One pioneer W H C Holmes described the burn in descriptive language: “The roar of the fire itself, the incessant crackling of the wire and swordgrass, the fizz and splutter of the gas in the green twigs, the occasional loud report of a bursting sandstone boulder, the prolonged crashing of a big green fallen tree, the heavy thud of a huge dry stump, the belching roar of a great hollow dry tree that is pumping volumes of flame and smoke from a dozen or more portholes between its roots and the upmost limit – and everything as far as the eye can reach, that weird, eerie, livid, yellowish green hue, giving all around the most unearthly appearance, the face of the sun like a great dull copper disc …”

Holmes in Land of the Lyrebird, p 69

Picking up

Several days were then spent picking up, stacking and reburning. Only stumps and a few spars (trunks) were left. The term picking up does not explain the work it is expected to describe. It meant cutting up and stacking all the fallen timber that remained ready to be burned again. In the early days this was done by hand with only an axe to help. The heaps were burnt at the end of the day if it were dry enough, if not on a warm dry day in early autumn with a good wind. The heaps would burn for 2 hours or so then the men would go in with a shovel to restack any logs and charcoal then burn it again.

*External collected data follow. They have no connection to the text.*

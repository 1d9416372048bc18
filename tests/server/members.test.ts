import { describe, expect, it } from 'vitest';
import { Flight, Session } from '../../server/models';
import { AthleteProfile, addMember, createClubFixture, Membership, signIn, testApp } from '../support/app';
import { insertClip } from './clips/helpers';

/** A flight of the athlete profile, written straight to the database (the clip pipeline is not under test). */
async function flightOf(clubId: number, athleteProfileId: number): Promise<number> {
  const session = await Session.create({ clubId, date: '2026-05-09', venue: 'Fennick Vale lower pitch', notes: null, airTemperatureK: 288.15, airPressurePa: 101325, altitudeM: 0, relativeHumidityPct: null, windSpeedMps: null, windDirectionDeg: null });
  const clip = await insertClip(clubId, session.id, 'removal check');
  const flight = await Flight.create({ clubId, clipId: clip.id, athleteProfileId, action: 'punt', ballId: 'football-5', frameStart: 0, frameEnd: 47, attentionReason: null, notes: null });
  return flight.id;
}

describe('members: removal', () => {
  it('keeps the athlete’s flights and profile and only unlinks the profile when an athlete is removed', async () => {
    const f = await createClubFixture(testApp());
    const profileId = f.members.athlete.athleteProfileId as number;
    const flightId = await flightOf(f.clubId, profileId);
    const res = await f.admin.delete(`/api/v1/clubs/${f.clubId}/members/${f.members.athlete.membershipId}`);
    expect(res.status).toBe(204);
    expect(await Membership.findByPk(f.members.athlete.membershipId)).toBeNull();
    const profile = await AthleteProfile.findByPk(profileId);
    expect(profile).toMatchObject({ clubId: f.clubId, userId: null, displayName: 'Fixture Athlete' });
    expect(await Flight.findByPk(flightId)).toMatchObject({ athleteProfileId: profileId });
    const flights = await f.coach.get(`/api/v1/clubs/${f.clubId}/flights`);
    expect(flights.body.data.map((fl: { id: number }) => fl.id)).toContain(flightId);
    // The removed athlete no longer reaches the club.
    expect((await f.athlete.get(`/api/v1/clubs/${f.clubId}/overview`)).status).toBe(404);
    const members = await f.admin.get(`/api/v1/clubs/${f.clubId}/members`);
    expect(members.body.data.map((m: { id: number }) => m.id)).not.toContain(f.members.athlete.membershipId);
  });

  it('refuses to remove the club’s only admin', async () => {
    const f = await createClubFixture(testApp());
    const res = await f.admin.delete(`/api/v1/clubs/${f.clubId}/members/${f.members.admin.membershipId}`);
    expect(res.status).toBe(409);
    expect(res.body.error.message).toBe('This member is the club’s only admin. Make another member admin first, then remove this one.');
    expect(await Membership.findByPk(f.members.admin.membershipId)).not.toBeNull();
  });

  it('refuses to demote the club’s only admin', async () => {
    const f = await createClubFixture(testApp());
    const res = await f.admin.patch(`/api/v1/clubs/${f.clubId}/members/${f.members.admin.membershipId}`, { role: 'coach' });
    expect(res.status).toBe(409);
    expect(res.body.error.message).toBe('This member is the club’s only admin. Make another member admin first, then change this role.');
  });

  it('lets an admin leave when another admin remains', async () => {
    const f = await createClubFixture(testApp());
    const second = await addMember(f.clubId, 'admin', 'Second Admin');
    const res = await f.admin.delete(`/api/v1/clubs/${f.clubId}/members/${f.members.admin.membershipId}`);
    expect(res.status).toBe(204);
    const client = await signIn(f.app, second.email);
    const members = await client.get(`/api/v1/clubs/${f.clubId}/members`);
    expect(members.body.data.filter((m: { role: string }) => m.role === 'admin')).toHaveLength(1);
  });

  it('answers 404 when an admin removes another club’s member through their own club', async () => {
    const app = testApp();
    const f = await createClubFixture(app);
    const g = await createClubFixture(app);
    const res = await f.admin.delete(`/api/v1/clubs/${f.clubId}/members/${g.members.coach.membershipId}`);
    expect(res.status).toBe(404);
    expect(await Membership.findByPk(g.members.coach.membershipId)).not.toBeNull();
  });
});

describe('members: a changed role counts on the next request', () => {
  it('lets a coach made athlete no longer write, and a coach made admin see the billing, at once', async () => {
    const f = await createClubFixture(testApp());
    const before = await f.coach.post(`/api/v1/clubs/${f.clubId}/sessions`, { date: '2026-05-09', venue: 'Fennick Vale lower pitch' });
    expect(before.status).toBe(201);
    expect((await f.coach.get(`/api/v1/clubs/${f.clubId}/billing`)).status).toBe(403);
    const promoted = await f.admin.patch(`/api/v1/clubs/${f.clubId}/members/${f.members.coach.membershipId}`, { role: 'admin' });
    expect(promoted.status).toBe(200);
    expect((await f.coach.get(`/api/v1/clubs/${f.clubId}/billing`)).status).toBe(200);
    const demoted = await f.admin.patch(`/api/v1/clubs/${f.clubId}/members/${f.members.coach.membershipId}`, { role: 'athlete' });
    expect(demoted.status).toBe(200);
    const after = await f.coach.post(`/api/v1/clubs/${f.clubId}/sessions`, { date: '2026-05-10', venue: 'Fennick Vale lower pitch' });
    expect(after.status).toBe(403);
    expect(after.body.error.message).toMatch(/you are an? athlete/);
  });
});
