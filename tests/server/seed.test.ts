import { describe, expect, it } from 'vitest';
import { runSeeders } from '../../server/seeders';
import { DEMO_CLUB_NAME, DEMO_PASSWORD, DEMO_PROFILES } from '../../server/seeders/0001-demo-club';
import { AthleteProfile, Club, Membership, signIn, testApp, User } from '../support/app';

describe('demo seed', () => {
  it('creates the demo club once and keeps it unchanged when run again', async () => {
    await runSeeders();
    const count = async () => ({
      clubs: await Club.count({ where: { name: DEMO_CLUB_NAME } }),
      users: await User.count({ where: { email: ['admin@fennickvale.example', 'coach@fennickvale.example', 'athlete@fennickvale.example'] } }),
      memberships: await Membership.count(),
      profiles: await AthleteProfile.count(),
    });
    const first = await count();
    await runSeeders();
    expect(await count()).toEqual(first);
    expect(first.clubs).toBe(1);
    expect(first.users).toBe(3);
  });

  it('gives each demo sign-in its role and the athlete her profile', async () => {
    await runSeeders();
    const app = testApp();
    const expected = { admin: 'admin', coach: 'coach', athlete: 'athlete' } as const;
    for (const [who, role] of Object.entries(expected)) {
      const client = await signIn(app, `${who}@fennickvale.example`, DEMO_PASSWORD);
      const me = (await client.get('/api/v1/auth/me')).body.data;
      const membership = me.memberships.find((m: { clubName: string }) => m.clubName === DEMO_CLUB_NAME);
      expect(membership.role).toBe(role);
      if (who === 'athlete') {
        const profile = await AthleteProfile.findByPk(membership.athleteProfileId as number);
        expect(profile).toMatchObject({ displayName: 'Isla Brackwater', birthYear: 2009, dominantSide: 'right', position: 'punter' });
        const overview = await client.get(`/api/v1/clubs/${membership.clubId}/overview`);
        expect(overview.body.data.counts.athleteProfiles).toBe(1);
      } else {
        const athletes = await client.get(`/api/v1/clubs/${membership.clubId}/athletes`);
        expect(athletes.body.data).toHaveLength(DEMO_PROFILES.length + 1);
      }
    }
  });
});
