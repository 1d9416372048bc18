import { readdir, utimes } from 'node:fs/promises';
import { join } from 'node:path';
import { afterAll, beforeAll, describe, expect, it } from 'vitest';
import { ballProps, generateTrack } from '../../shared/physics';
import { runSeeders } from '../../server/seeders';
import { DEMO_PASSWORD, seed as seedClub } from '../../server/seeders/0001-demo-club';
import { seed as seedFlights } from '../../server/seeders/0002-demo-flights';
import { BALLS } from '../../shared/physics';
import { clipLayout, daysBefore, DEMO_SESSIONS, type DemoFlightPlan, type DemoSessionPlan } from '../../server/seeders/demo/plan';
import { seededTracks } from '../../server/seeders/demo/tracks';
import { loadFitInput, sessionAir } from '../../server/services/fit-input';
import { sequelize, Session } from '../../server/models';
import { signIn, testApp, type ApiClient } from '../support/app';
import { useTestStorage, type TestStorage } from './clips/helpers';
import { testWorker } from './clips/worker-helper';

/** Tolerances of the fitted flights against the launch and C_d the clips were rendered from. */
const SPEED_TOLERANCE = 0.01; // relative
const ANGLE_TOLERANCE_DEG = 0.5;
const CD_TOLERANCE = 0.05; // relative

/** The flights rendered as clips. */
const PLANS: { session: DemoSessionPlan; flight: DemoFlightPlan }[] = DEMO_SESSIONS.flatMap((session) => session.flights.map((flight) => ({ session, flight })));
/** The reps seeded as tracks without footage. */
const TRACKS = DEMO_SESSIONS.flatMap((session) => seededTracks(session));
const ALL_FLIGHTS = PLANS.length + TRACKS.length;

interface ClipBody {
  id: number;
  label: string;
  sessionId: number;
  status: string;
  framesReady: boolean;
  captureFps: number;
  playbackFps: number;
  slowMotion: boolean;
  width: number;
  height: number;
  frameCount: number;
  calibration: { metresPerPixel: number; levelAngleDeg: number; ballCheck: { ballId: string; ratio: number; ok: boolean } | null } | null;
}

interface FlightBody {
  id: number;
  clipId: number;
  sessionId: number;
  athleteName: string;
  action: string;
  ballId: string;
  status: string;
  pointCount: number;
  attentionReason: string | null;
  latestFit: { model: string; status: string; launchSpeedMps: number; launchAngleDeg: number; carryM: number } | null;
}

async function tableCounts(): Promise<Record<string, number>> {
  const tables = ['sessions', 'clips', 'calibrations', 'flights', 'track_points', 'jobs', 'fits', 'flight_actions', 'athlete_profiles'];
  const out: Record<string, number> = {};
  for (const table of tables) {
    const [rows] = await sequelize.query(`SELECT COUNT(*) AS n FROM ${table}`);
    out[table] = Number((rows as { n: number }[])[0]!.n);
  }
  return out;
}

async function workFolders(store: TestStorage): Promise<string[]> {
  const names = await readdir(join(store.root, '.work')).catch(() => [] as string[]);
  return names.filter((n) => n.startsWith('demo-flights-'));
}
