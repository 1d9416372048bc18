import { beforeAll, describe, expect, it } from 'vitest';
import type { AthleteProfileSummary, MemberSummary } from '../../shared/schemas/club';
import { AthleteProfile, addMember, createClubFixture, signIn, testApp, type ClubFixture } from '../support/app';

describe('clubs: profile and overview', () => {
  let f: ClubFixture;
  beforeAll(async () => {
    f = await createClubFixture(testApp());
  });

  it('returns the club profile with metric units by default', async () => {
    const res = await f.coach.get(`/api/v1/clubs/${f.clubId}`);
    expect(res.status).toBe(200);
    expect(res.body.data).toEqual({
      id: f.clubId,
      name: 'Fixture Club',
      sportFocus: 'multi-sport',
      units: 'metric',
      timeZone: 'UTC',
      defaultConditions: null,
      subscription: { status: 'trialing', recordingAllowed: true, reason: null, trialEndsAt: expect.any(String) },
    });
  });

  it('counts members by role and athlete profiles on the Overview', async () => {
    const res = await f.admin.get(`/api/v1/clubs/${f.clubId}/overview`);
    expect(res.status).toBe(200);
    expect(res.body.data.club).toEqual({ id: f.clubId, name: 'Fixture Club', sportFocus: 'multi-sport', units: 'metric' });
    expect(res.body.data.role).toBe('admin');
    expect(res.body.data.counts).toMatchObject({ members: 3, admins: 1, coaches: 1, athletes: 1, athleteProfiles: 2 });
  });

  it('updates name, sport focus and units when an admin sends them', async () => {
    const res = await f.admin.patch(`/api/v1/clubs/${f.clubId}`, { name: '  Fixture Club Renamed ', sportFocus: 'soccer', units: 'imperial' });
    expect(res.status).toBe(200);
    expect(res.body.data).toMatchObject({ name: 'Fixture Club Renamed', sportFocus: 'soccer', units: 'imperial' });
    expect((await f.coach.get(`/api/v1/clubs/${f.clubId}`)).body.data.units).toBe('imperial');
  });

  it('refuses an empty update and an unknown sport focus with field messages', async () => {
    const empty = await f.admin.patch(`/api/v1/clubs/${f.clubId}`, {});
    expect(empty.status).toBe(400);
    expect(empty.body.error.fields._).toMatch(/at least one/);
    const bad = await f.admin.patch(`/api/v1/clubs/${f.clubId}`, { sportFocus: 'quidditch' });
    expect(bad.status).toBe(400);
    expect(bad.body.error.fields.sportFocus).toMatch(/Pick a sport focus/);
  });
});

describe('clubs: members and roles', () => {
  let f: ClubFixture;
  beforeAll(async () => {
    f = await createClubFixture(testApp());
  });

  it('lists members with role, e-mail and athlete profile for a coach', async () => {
    const res = await f.coach.get(`/api/v1/clubs/${f.clubId}/members`);
    expect(res.status).toBe(200);
    const members = res.body.data as MemberSummary[];
    expect(res.body.meta).toEqual({ page: 1, pageSize: 25, total: 3 });
    const athlete = members.find((m) => m.role === 'athlete');
    expect(athlete).toEqual({
      id: f.members.athlete.membershipId,
      userId: f.members.athlete.userId,
      displayName: 'Fixture Athlete',
      email: f.members.athlete.email,
      role: 'athlete',
      athleteProfileId: f.members.athlete.athleteProfileId,
    });
  });

  it('refuses with 409 CONFLICT when the last admin would be demoted', async () => {
    const res = await f.admin.patch(`/api/v1/clubs/${f.clubId}/members/${f.members.admin.membershipId}`, { role: 'coach' });
    expect(res.status).toBe(409);
    expect(res.body.error.code).toBe('CONFLICT');
    expect(res.body.error.message).toMatch(/only admin/);
  });

  it('lets an admin step down once another member is admin', async () => {
    const f = await createClubFixture(testApp());
    const promoted = await f.admin.patch(`/api/v1/clubs/${f.clubId}/members/${f.members.coach.membershipId}`, { role: 'admin' });
    expect(promoted.status).toBe(200);
    expect(promoted.body.data.role).toBe('admin');
    const stepDown = await f.admin.patch(`/api/v1/clubs/${f.clubId}/members/${f.members.admin.membershipId}`, { role: 'coach' });
    expect(stepDown.status).toBe(200);
    // After stepping down they hold the coach role, and changing roles is for admins only.
    const denied = await f.admin.patch(`/api/v1/clubs/${f.clubId}/members/${f.members.coach.membershipId}`, { role: 'coach' });
    expect(denied.status).toBe(403);
  });

  it('creates an athlete profile when a member becomes an athlete', async () => {
    const g = await createClubFixture(testApp());
    const member = await addMember(g.clubId, 'coach', 'Becoming Athlete');
    const res = await g.admin.patch(`/api/v1/clubs/${g.clubId}/members/${member.membershipId}`, { role: 'athlete' });
    expect(res.status).toBe(200);
    expect(res.body.data.athleteProfileId).toEqual(expect.any(Number));
    const profile = await AthleteProfile.findByPk(res.body.data.athleteProfileId as number);
    expect(profile?.displayName).toBe('Becoming Athlete');
    const client = await signIn(g.app, member.email);
    const mine = await client.get(`/api/v1/clubs/${g.clubId}/athletes`);
    expect(mine.body.data).toHaveLength(1);
  });

  it('refuses an unknown role with a field message', async () => {
    const res = await f.admin.patch(`/api/v1/clubs/${f.clubId}/members/${f.members.athlete.membershipId}`, { role: 'owner' });
    expect(res.status).toBe(400);
    expect(res.body.error.fields.role).toBe('Pick a role: admin, coach or athlete.');
  });
});

describe('clubs: athlete profiles', () => {
  let f: ClubFixture;
  beforeAll(async () => {
    f = await createClubFixture(testApp());
  });

  it('creates a profile without sign-in when a coach sends a name and details', async () => {
    const res = await f.coach.post(`/api/v1/clubs/${f.clubId}/athletes`, {
      displayName: 'Perrin Ashgrove',
      birthYear: 2011,
      dominantSide: 'left',
      position: 'drop kicker',
    });
    expect(res.status).toBe(201);
    const created = res.body.data as AthleteProfileSummary;
    expect(created).toEqual({ id: expect.any(Number), displayName: 'Perrin Ashgrove', birthYear: 2011, dominantSide: 'left', position: 'drop kicker', releaseHeightM: null, userId: null });
    const read = await f.admin.get(`/api/v1/clubs/${f.clubId}/athletes/${created.id}`);
    expect(read.body.data).toEqual(created);
  });

  it('updates and clears fields when a coach edits a profile', async () => {
    const res = await f.coach.patch(`/api/v1/clubs/${f.clubId}/athletes/${f.otherAthleteProfileId}`, { birthYear: null, position: 'shot put' });
    expect(res.status).toBe(200);
    expect(res.body.data).toMatchObject({ birthYear: null, position: 'shot put' });
  });

  it('refuses a birth year in the future and a wrong side with field messages', async () => {
    const res = await f.coach.post(`/api/v1/clubs/${f.clubId}/athletes`, { displayName: 'Future', birthYear: 3000, dominantSide: 'up' });
    expect(res.status).toBe(400);
    expect(res.body.error.fields.birthYear).toMatch(/no later than/);
    expect(res.body.error.fields.dominantSide).toBe('Pick the dominant side: left, right or both.');
  });

  it('links a profile to a member only when the user belongs to the club', async () => {
    const outsiderMe = await f.outsider.get('/api/v1/auth/me');
    const foreign = await f.coach.post(`/api/v1/clubs/${f.clubId}/athletes`, { displayName: 'Linked', userId: outsiderMe.body.data.user.id });
    expect(foreign.status).toBe(400);
    expect(foreign.body.error.fields.userId).toMatch(/not a member/);
    const twice = await f.coach.post(`/api/v1/clubs/${f.clubId}/athletes`, { displayName: 'Linked', userId: f.members.athlete.userId });
    expect(twice.status).toBe(409);
    const coachLink = await f.coach.post(`/api/v1/clubs/${f.clubId}/athletes`, { displayName: 'Coach Too', userId: f.members.coach.userId });
    expect(coachLink.status).toBe(201);
    expect(coachLink.body.data.userId).toBe(f.members.coach.userId);
  });

  it('answers 404 when the athlete id does not exist in the club', async () => {
    const res = await f.coach.get(`/api/v1/clubs/${f.clubId}/athletes/987654321`);
    expect(res.status).toBe(404);
  });
});
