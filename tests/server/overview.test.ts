import { afterEach, beforeAll, describe, expect, it, vi } from 'vitest';
import type { MyFlights } from '../../shared/schemas/my-flights';
import type { StaffOverview } from '../../shared/schemas/overview';
import { Job } from '../../server/models';
import { AthleteProfile, createClubFixture, testApp, type ClubFixture } from '../support/app';
import { recordFlights, recordSession, times } from '../support/records';
import { insertClip } from './clips/helpers';

afterEach(() => {
  vi.useRealTimers();
});

function at(iso: string): void {
  vi.useFakeTimers({ toFake: ['Date'] });
  vi.setSystemTime(new Date(iso));
}

describe('overview: the staff’s start of the day', () => {
  let f: ClubFixture;
  let athleteId: number;
  let otherId: number;
  const ids = { attention: 0, best: 0, sessionBest: 0, oldBest: 0, processingClip: 0, latestSession: 0 };

  beforeAll(async () => {
    f = await createClubFixture(testApp());
    athleteId = f.members.athlete.athleteProfileId!;
    otherId = f.otherAthleteProfileId;
    const early = await recordSession(f.clubId, '2026-05-01', 'Cliff field');
    [ids.oldBest] = await recordFlights(f.clubId, early.clipId, [{ athleteId: otherId, fit: { launchSpeedMps: 25, launchAngleDeg: 40, standardCarryM: 52 } }]);
    const late = await recordSession(f.clubId, '2026-05-08', 'Harbour pitch');
    ids.latestSession = late.sessionId;
    const flights = await recordFlights(f.clubId, late.clipId, [
      // Steady: 24.0, 24.2, 23.8 m/s. Spread: 20, 26, 23 m/s.
      { athleteId, fit: { launchSpeedMps: 24.0, launchAngleDeg: 42, standardCarryM: 48 } },
      { athleteId, fit: { launchSpeedMps: 24.2, launchAngleDeg: 43, standardCarryM: 49 } },
      { athleteId, fit: { launchSpeedMps: 23.8, launchAngleDeg: 41, standardCarryM: 47 } },
      { athleteId: otherId, fit: { launchSpeedMps: 20, launchAngleDeg: 35, standardCarryM: 40 } },
      { athleteId: otherId, fit: { launchSpeedMps: 26, launchAngleDeg: 38, standardCarryM: 51 } },
      { athleteId: otherId, fit: { launchSpeedMps: 23, launchAngleDeg: 36, standardCarryM: 45 } },
      { athleteId, status: 'needs_attention', attentionReason: 'The scale disagrees with the fitted gravity by 9 %.' },
    ]);
    ids.best = flights[1]!;
    ids.sessionBest = flights[4]!;
    ids.attention = flights[6]!;
    const clip = await insertClip(f.clubId, late.sessionId, 'Still cutting');
    await clip.update({ status: 'processing' });
    ids.processingClip = clip.id;
    await Job.create({ clubId: f.clubId, type: 'clip.process', payload: { clipId: clip.id }, status: 'running', progress: 40, clipId: clip.id, flightId: null, leaseUntil: null, workerId: null, error: null, result: null, startedAt: new Date(), finishedAt: null });
  });

  async function staffOverview(client = f.coach): Promise<StaffOverview> {
    const res = await client.get(`/api/v1/clubs/${f.clubId}/overview`);
    expect(res.status, JSON.stringify(res.body)).toBe(200);
    return res.body.data.staff as StaffOverview;
  }

  it('lists the flights needing attention with their reason and the clip to fix them in', async () => {
    at('2026-05-09T09:00:00Z');
    const o = await staffOverview();
    expect(o.attention.total).toBe(1);
    expect(o.attention.items).toEqual([
      expect.objectContaining({ flightId: ids.attention, athleteName: 'Fixture Athlete', reason: 'The scale disagrees with the fitted gravity by 9 %.', sessionId: ids.latestSession }),
    ]);
    expect(o.attention.items[0]!.clipId).toBeGreaterThan(0);
  });

  it('shows clips still processing with the progress of their job', async () => {
    at('2026-05-09T09:00:00Z');
    expect((await staffOverview()).processing).toEqual([{ clipId: ids.processingClip, sessionId: ids.latestSession, label: 'Still cutting', progress: 40 }]);
  });

  it('gives the latest session’s best rep by standard-conditions carry and its most consistent athlete and action', async () => {
    at('2026-05-09T09:00:00Z');
    const s = (await staffOverview()).latestSession!;
    expect(s).toMatchObject({ id: ids.latestSession, date: '2026-05-08', venue: 'Harbour pitch', flightCount: 7, fittedCount: 6 });
    expect(s.best).toMatchObject({ flightId: ids.sessionBest, athleteName: 'Unlinked Athlete', standardCarryM: 51 });
    expect(s.mostConsistent).toMatchObject({ athleteName: 'Fixture Athlete', action: 'punt', reps: 3 });
    // Sample SD of 24.0, 24.2, 23.8 is 0.2 m/s exactly (closed form).
    expect(s.mostConsistent!.launchSpeedSdMps).toBeCloseTo(0.2, 9);
    expect(s.mostConsistent!.launchSpeedMeanMps).toBeCloseTo(24, 9);
  });

  it('lists each athlete’s personal best per action, newest first, and keeps an older best that was not beaten', async () => {
    at('2026-05-09T09:00:00Z');
    const bests = (await staffOverview()).personalBests;
    expect(bests.map((b) => [b.athleteId, b.action, b.standardCarryM, b.day])).toEqual([
      [athleteId, 'punt', 49, '2026-05-08'],
      [otherId, 'punt', 52, '2026-05-01'],
    ]);
    expect(bests[0]!.flightId).toBe(ids.best);
  });

  it('offers a new session when none is today, and an upload into today’s session when there is one', async () => {
    at('2026-05-09T09:00:00Z');
    expect((await staffOverview()).primaryAction).toEqual({ kind: 'new-session' });
    at('2026-05-08T18:00:00Z');
    expect((await staffOverview()).primaryAction).toEqual({ kind: 'upload', sessionId: ids.latestSession, venue: 'Harbour pitch' });
  });

  it('gives an athlete the counts only, and another club’s admin a 404', async () => {
    const res = await f.athlete.get(`/api/v1/clubs/${f.clubId}/overview`);
    expect(res.status).toBe(200);
    expect(res.body.data.staff).toBeNull();
    expect(JSON.stringify(res.body)).not.toContain('Unlinked Athlete');
    const outsider = await f.outsider.get(`/api/v1/clubs/${f.clubId}/overview`);
    expect(outsider.status).toBe(404);
  });

  it('gives an athlete My flights with only their own flights, bests and progress, and never a teammate’s name', async () => {
    at('2026-05-09T09:00:00Z');
    await AthleteProfile.update({ birthYear: 2013 }, { where: { id: athleteId } });
    const res = await f.athlete.get(`/api/v1/clubs/${f.clubId}/my-flights`);
    expect(res.status, JSON.stringify(res.body)).toBe(200);
    const data = res.body.data as MyFlights;
    expect(data.athlete).toEqual({ id: athleteId, displayName: 'Fixture Athlete' });
    expect(data.recentFlights).toHaveLength(4);
    expect(data.recentFlights.every((fl) => fl.athleteId === athleteId)).toBe(true);
    expect(data.recentFlights.map((fl) => fl.day)).toEqual(['2026-05-08', '2026-05-08', '2026-05-08', '2026-05-08']);
    expect(data.personalBests.map((b) => b.standardCarryM)).toEqual([49]);
    expect(data.progress.punt!.map((p) => p.standardCarryM)).toEqual([48, 49, 47]);
    expect(data.workload.athleteId).toBe(athleteId);
    expect(data.workload.ageBand).toBe('13-14');
    const text = JSON.stringify(res.body);
    expect(text).not.toContain('Unlinked Athlete');
  });

  it('shows a new personal best at once when a later fit beats the old one', async () => {
    at('2026-05-09T09:00:00Z');
    expect((await staffOverview()).personalBests.find((b) => b.athleteId === otherId)?.standardCarryM).toBe(52);
    const s = await recordSession(f.clubId, '2026-05-09', 'Harbour pitch');
    const [beaten] = await recordFlights(f.clubId, s.clipId, [{ athleteId: otherId, fit: { launchSpeedMps: 27, launchAngleDeg: 40, standardCarryM: 55 } }]);
    const bests = (await staffOverview()).personalBests;
    expect(bests[0]).toMatchObject({ athleteId: otherId, flightId: beaten, standardCarryM: 55, day: '2026-05-09' });
    expect(bests).toHaveLength(2);
    // The flight holding the best is deleted: the older best is back at once (the cached bests are not kept).
    // On the real clock: a request under the test's clock would move the session's expiry into that past.
    vi.useRealTimers();
    expect((await f.coach.delete(`/api/v1/clubs/${f.clubId}/flights/${beaten}`)).status).toBe(204);
    const after = (await staffOverview()).personalBests;
    expect(after.find((b) => b.athleteId === otherId)).toMatchObject({ flightId: ids.oldBest, standardCarryM: 52 });
    expect(after.some((b) => b.flightId === beaten)).toBe(false);
  });

  it('answers 403 to staff asking for My flights (their start is the Overview)', async () => {
    const res = await f.coach.get(`/api/v1/clubs/${f.clubId}/my-flights`);
    expect(res.status).toBe(403);
    expect(res.body.error.code).toBe('FORBIDDEN');
  });
});

describe('overview: every youth over a caution in a club with several', () => {
  it('names every youth over a threshold and no adult', async () => {
    const f = await createClubFixture(testApp());
    at('2026-06-03T12:00:00Z');
    const youth = f.members.athlete.athleteProfileId!;
    await AthleteProfile.update({ birthYear: 2011 }, { where: { id: youth } }); // 15: band 15–16
    await AthleteProfile.update({ birthYear: 1990 }, { where: { id: f.otherAthleteProfileId } });
    await f.admin.put(`/api/v1/clubs/${f.clubId}/workload-thresholds`, {
      thresholds: [
        { action: 'punt', ageBand: '15-16', dailyMax: null, weeklyMax: 3 },
        { action: 'punt', ageBand: '17-18', dailyMax: null, weeklyMax: 3 },
      ],
    });
    const s = await recordSession(f.clubId, '2026-06-01');
    await recordFlights(f.clubId, s.clipId, [...times(4, { athleteId: youth }), ...times(9, { athleteId: f.otherAthleteProfileId })]);
    const res = await f.coach.get(`/api/v1/clubs/${f.clubId}/overview`);
    expect((res.body.data.staff as StaffOverview).cautions).toEqual([
      { athleteId: youth, athleteName: 'Fixture Athlete', cautions: [{ athleteId: youth, action: 'punt', period: 'week', when: '2026-W23', count: 4, limit: 3 }] },
    ]);
  });
});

Land of the Lyrebird, pp 67-76


Stoving was the name given to the burning of stumps. Dirt was packed up around the smouldering stump and it would slowly burn away.

Stoving a tree stump to remove it and its roots


Lyn Skillern

Early Farming 

Rye, cockfoot and clover were planted in March and April after picking up had been complete. In the first years grass growth was excellent due to the ash from the burn. After that plagues of caterpillars arrived. They ate the grass and left the thistles. In another two or three years new growth of scrub appeared as did bracken fern. Thus scrub cutting had to continue to maintain the pasture. The pioneers managed to make improvements and farm. Chock and log fences were put up, log houses replaced tents, water supplies were secured, windbreaks, orchards and gardens were planted.

Once the property had been made into a farm settlers were able to make a meagre living from the sale of dairy produce. They ran cows on their small areas, hand milked them, set the milk out in pans, hand strained and skimmed it. Their butter was hand made in churns. It took two hours work for a churn of butter. The butter was either wrapped for sale fresh or salted and potted in casks. It went out along shockingly muddy and rough tracks by pack horse or sledge to distant rail heads and ports. Frequently it was held up so long at the coast that it was liquid and unsaleable by the time it reached Melbourne.

Charles Daley, p 98-99.

Right: Butter Making

Leongatha Historical Society

Mary Ann Beamish making butter with her daughter Elizabeth. This butter was taken to Warragul to be sold. (From Lyn Skillern)

Mary Ann Beamish making butter with her daughter Elizabeth. This butter was taken to Warragul to be sold.